Instructions for the task: Say only the number of lines in the entries below that contain "ceilingDb".

[Dataset entries]
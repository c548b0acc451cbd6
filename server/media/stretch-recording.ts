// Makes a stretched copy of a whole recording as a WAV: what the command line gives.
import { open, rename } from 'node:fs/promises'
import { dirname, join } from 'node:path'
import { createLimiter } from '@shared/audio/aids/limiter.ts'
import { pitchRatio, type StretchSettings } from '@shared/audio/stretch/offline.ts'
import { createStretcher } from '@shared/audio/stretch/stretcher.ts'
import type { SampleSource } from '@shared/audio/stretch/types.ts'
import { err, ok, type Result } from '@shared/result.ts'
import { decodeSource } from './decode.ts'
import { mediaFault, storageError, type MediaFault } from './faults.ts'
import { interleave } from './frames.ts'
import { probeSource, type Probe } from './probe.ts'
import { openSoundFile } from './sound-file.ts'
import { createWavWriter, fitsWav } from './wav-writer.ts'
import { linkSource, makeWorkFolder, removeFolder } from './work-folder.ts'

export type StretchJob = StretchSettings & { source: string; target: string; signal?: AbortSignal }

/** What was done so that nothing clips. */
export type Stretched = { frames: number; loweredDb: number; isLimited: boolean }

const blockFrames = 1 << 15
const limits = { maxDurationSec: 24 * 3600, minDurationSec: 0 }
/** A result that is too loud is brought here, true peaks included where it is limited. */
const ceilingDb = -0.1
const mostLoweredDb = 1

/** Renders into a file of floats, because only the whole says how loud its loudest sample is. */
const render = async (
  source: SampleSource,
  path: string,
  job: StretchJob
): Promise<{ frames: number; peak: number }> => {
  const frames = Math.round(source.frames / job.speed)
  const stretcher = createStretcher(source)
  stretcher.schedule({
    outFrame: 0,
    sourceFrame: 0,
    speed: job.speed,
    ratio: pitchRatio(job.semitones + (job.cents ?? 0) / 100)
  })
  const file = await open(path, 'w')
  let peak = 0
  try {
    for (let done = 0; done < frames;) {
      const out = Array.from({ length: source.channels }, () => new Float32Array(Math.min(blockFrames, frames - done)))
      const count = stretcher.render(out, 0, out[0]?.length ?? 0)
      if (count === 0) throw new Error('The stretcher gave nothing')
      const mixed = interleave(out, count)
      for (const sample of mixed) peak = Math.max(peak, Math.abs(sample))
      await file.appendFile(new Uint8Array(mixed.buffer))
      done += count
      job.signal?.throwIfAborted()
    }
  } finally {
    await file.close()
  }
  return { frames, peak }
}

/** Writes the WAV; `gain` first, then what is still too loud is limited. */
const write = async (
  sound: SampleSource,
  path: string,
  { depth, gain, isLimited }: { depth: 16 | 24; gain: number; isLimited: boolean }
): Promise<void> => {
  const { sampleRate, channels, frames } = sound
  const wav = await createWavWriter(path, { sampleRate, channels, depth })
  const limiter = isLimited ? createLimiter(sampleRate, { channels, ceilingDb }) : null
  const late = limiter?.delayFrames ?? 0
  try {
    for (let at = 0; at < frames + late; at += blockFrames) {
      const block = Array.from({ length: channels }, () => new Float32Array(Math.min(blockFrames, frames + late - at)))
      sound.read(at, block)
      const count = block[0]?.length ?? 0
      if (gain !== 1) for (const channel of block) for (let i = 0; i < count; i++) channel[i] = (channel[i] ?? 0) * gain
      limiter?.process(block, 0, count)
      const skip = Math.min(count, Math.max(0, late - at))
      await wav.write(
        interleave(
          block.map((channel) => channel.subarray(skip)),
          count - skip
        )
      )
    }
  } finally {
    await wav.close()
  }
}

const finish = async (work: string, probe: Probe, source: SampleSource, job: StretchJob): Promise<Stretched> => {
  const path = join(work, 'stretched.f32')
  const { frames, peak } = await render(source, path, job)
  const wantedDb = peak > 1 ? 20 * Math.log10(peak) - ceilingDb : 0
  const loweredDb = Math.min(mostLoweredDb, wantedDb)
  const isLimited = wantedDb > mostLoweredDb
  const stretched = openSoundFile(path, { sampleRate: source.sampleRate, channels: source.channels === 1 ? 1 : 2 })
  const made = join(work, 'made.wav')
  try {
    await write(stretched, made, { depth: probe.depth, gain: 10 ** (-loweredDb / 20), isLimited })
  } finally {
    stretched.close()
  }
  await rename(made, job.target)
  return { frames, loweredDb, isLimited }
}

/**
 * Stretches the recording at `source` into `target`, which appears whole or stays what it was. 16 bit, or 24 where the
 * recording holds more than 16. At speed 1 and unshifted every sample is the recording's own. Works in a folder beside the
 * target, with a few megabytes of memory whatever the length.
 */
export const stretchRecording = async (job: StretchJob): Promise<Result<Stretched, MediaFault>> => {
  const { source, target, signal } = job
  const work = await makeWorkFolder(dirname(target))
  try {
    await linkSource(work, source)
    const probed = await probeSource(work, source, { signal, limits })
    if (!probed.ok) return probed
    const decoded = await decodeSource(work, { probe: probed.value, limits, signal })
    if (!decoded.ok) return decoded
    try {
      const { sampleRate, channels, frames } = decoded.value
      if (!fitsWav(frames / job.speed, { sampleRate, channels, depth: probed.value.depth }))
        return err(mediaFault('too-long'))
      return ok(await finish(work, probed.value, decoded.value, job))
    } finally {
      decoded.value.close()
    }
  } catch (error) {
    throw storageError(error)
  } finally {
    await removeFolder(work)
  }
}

* * *

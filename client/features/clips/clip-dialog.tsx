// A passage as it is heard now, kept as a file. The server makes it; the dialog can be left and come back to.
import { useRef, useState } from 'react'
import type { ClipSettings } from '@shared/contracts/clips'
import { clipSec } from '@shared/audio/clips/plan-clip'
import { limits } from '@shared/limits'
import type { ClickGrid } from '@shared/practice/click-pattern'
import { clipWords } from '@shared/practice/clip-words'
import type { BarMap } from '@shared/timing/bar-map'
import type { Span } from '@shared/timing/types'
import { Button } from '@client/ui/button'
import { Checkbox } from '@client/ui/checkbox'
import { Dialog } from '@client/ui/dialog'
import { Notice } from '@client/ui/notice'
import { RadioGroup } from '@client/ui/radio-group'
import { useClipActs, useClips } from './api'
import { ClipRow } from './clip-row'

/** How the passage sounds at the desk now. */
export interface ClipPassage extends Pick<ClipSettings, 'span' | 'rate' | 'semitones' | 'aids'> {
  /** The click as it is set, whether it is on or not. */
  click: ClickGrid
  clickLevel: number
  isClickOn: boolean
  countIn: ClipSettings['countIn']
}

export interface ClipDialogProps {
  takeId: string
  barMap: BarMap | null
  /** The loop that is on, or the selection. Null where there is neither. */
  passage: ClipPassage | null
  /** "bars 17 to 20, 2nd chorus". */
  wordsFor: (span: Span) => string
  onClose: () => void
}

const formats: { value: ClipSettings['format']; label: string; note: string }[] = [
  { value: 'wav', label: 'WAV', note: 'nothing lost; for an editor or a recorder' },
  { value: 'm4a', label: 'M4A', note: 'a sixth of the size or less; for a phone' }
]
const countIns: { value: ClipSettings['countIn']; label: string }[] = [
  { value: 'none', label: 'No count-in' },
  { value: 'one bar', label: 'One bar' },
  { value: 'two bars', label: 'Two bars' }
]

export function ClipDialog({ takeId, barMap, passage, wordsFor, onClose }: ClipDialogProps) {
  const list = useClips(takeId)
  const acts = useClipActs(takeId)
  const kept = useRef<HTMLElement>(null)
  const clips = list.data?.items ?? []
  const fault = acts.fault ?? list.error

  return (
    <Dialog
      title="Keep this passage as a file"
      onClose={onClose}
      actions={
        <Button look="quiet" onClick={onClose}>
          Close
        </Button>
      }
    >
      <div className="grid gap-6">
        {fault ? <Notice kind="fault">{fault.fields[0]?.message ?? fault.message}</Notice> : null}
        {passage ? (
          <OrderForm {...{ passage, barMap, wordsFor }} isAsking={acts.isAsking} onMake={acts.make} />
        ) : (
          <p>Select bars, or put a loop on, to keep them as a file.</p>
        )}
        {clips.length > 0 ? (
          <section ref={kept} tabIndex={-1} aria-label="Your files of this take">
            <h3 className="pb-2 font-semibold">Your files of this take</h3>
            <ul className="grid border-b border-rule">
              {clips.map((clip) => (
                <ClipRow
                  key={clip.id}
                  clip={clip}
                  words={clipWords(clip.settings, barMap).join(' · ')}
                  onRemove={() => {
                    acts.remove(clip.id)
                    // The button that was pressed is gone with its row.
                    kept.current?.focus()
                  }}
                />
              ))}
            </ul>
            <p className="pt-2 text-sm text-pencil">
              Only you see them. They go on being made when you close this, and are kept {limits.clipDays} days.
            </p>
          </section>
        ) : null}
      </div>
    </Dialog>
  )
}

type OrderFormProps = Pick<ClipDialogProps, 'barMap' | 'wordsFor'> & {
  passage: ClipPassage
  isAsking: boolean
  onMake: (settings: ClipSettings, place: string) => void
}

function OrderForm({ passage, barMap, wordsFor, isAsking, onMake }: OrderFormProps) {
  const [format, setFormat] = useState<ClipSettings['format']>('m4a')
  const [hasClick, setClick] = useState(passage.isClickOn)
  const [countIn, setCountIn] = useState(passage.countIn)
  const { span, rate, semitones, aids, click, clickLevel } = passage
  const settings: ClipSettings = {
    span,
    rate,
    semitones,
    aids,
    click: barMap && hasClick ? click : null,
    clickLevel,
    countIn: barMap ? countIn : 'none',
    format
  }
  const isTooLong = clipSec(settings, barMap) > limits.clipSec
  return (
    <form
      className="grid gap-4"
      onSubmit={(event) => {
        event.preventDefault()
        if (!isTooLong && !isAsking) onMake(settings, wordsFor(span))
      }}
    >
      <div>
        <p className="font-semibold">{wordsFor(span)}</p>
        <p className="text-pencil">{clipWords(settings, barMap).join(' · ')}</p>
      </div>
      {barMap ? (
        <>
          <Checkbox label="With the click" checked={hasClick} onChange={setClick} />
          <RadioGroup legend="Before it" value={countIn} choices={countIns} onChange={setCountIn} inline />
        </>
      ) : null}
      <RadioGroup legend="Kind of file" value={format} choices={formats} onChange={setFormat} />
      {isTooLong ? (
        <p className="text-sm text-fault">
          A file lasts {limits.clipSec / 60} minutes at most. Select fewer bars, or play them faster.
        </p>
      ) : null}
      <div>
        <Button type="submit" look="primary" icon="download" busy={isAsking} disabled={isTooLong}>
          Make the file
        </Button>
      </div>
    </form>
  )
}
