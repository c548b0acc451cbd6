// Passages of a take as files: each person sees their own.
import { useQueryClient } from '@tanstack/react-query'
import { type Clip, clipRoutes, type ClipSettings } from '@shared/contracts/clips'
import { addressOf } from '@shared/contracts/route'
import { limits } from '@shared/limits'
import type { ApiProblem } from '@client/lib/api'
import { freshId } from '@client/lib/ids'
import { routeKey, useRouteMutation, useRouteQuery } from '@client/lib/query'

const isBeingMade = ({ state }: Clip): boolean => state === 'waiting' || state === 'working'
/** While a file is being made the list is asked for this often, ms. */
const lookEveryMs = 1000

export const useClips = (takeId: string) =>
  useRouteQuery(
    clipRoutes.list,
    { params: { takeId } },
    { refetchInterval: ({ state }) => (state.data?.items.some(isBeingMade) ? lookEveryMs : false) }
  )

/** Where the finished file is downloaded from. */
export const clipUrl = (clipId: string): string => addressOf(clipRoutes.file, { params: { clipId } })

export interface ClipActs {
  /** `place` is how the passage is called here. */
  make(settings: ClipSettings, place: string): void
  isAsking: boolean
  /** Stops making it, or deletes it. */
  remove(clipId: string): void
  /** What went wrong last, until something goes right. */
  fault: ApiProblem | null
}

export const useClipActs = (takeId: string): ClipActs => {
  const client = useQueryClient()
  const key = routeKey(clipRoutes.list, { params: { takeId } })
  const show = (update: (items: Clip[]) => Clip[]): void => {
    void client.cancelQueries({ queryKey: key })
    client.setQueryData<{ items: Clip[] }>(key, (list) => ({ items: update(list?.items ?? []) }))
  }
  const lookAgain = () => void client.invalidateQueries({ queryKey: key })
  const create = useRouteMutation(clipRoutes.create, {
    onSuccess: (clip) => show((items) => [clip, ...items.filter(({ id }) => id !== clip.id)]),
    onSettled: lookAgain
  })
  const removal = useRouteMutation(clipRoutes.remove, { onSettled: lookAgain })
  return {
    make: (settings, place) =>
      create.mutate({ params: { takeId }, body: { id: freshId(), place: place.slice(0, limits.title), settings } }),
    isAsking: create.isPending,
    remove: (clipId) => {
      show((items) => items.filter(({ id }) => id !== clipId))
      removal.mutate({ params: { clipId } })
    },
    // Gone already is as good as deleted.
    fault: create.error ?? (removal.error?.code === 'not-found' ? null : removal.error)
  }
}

Task answer: 3